Avoided Game of Thrones the same way (may still watch it except for the final season some day). Only watched Dexter for a few seasons and quit while I knew I was ahead. Etc.
I do the same with video games.
There's way too much media out there, so why not hold back a bit and wait for the dust to settle?
The hard part is the social aspect of media. It's not always about what's good, it's about the conversation surrounding the things. I get weird looks when I talk about Plex. Also
After that first season I read most the comic books and loved them but the TV show just became so much worse, I couldn't stomach it.
I later found out the actor that played Dale wanted out because he was a close friend of Season 1 showrunner Frank Darabont who had been run off by AMC executives. Kinda tied it all together.
The graphic novels are great, though. Seriously, go read them.
I don't remember exactly when, but I remember them wandering around in a forest for like three episodes looking for some children I think? Just a streak of episodes where absolutely nothing happened. No plot development, no character development, just treading water.

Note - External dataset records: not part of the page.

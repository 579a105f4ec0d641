import type { MigrationInterface, QueryRunner } from "typeorm";

export class MethodVocabulary1796130000003 implements MigrationInterface {
  name = "MethodVocabulary1796130000003";

  public async up(queryRunner: QueryRunner): Promise<void> {
    await queryRunner.query(
      'CREATE TABLE `method_tag` (`tag` varchar(40) CHARACTER SET "ascii" COLLATE "ascii_bin" NOT NULL, `family` varchar(24) NOT NULL, `name` varchar(60) NOT NULL, `definition` varchar(200) NOT NULL, `caution` varchar(200) NOT NULL, `aliases` json NOT NULL, `neverIndependent` tinyint NOT NULL DEFAULT 0, `position` int UNSIGNED NOT NULL, `retiredInto` varchar(40) CHARACTER SET "ascii" COLLATE "ascii_bin" NULL, `version` int UNSIGNED NOT NULL DEFAULT \'1\', PRIMARY KEY (`tag`)) ENGINE=InnoDB',
    );
  }

  public async down(queryRunner: QueryRunner): Promise<void> {
    await queryRunner.query("DROP TABLE `method_tag`");
  }
}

Episode two. I just couldn't believe the characters. Their reactions to everything felt so far-fetched. I think the racist guy was really what did it for me.
I think I stopped when they just found Alexandria. Honestly the intro theme is what kept me coming back when it was getting really slow, like The Governor's arc.
Not for edgy, cooler than thou reasons, hilariously enough. Didn't have the time between bringing my cybersecurity education up to date and learning about hacking and stuff, and never bothered going back for them.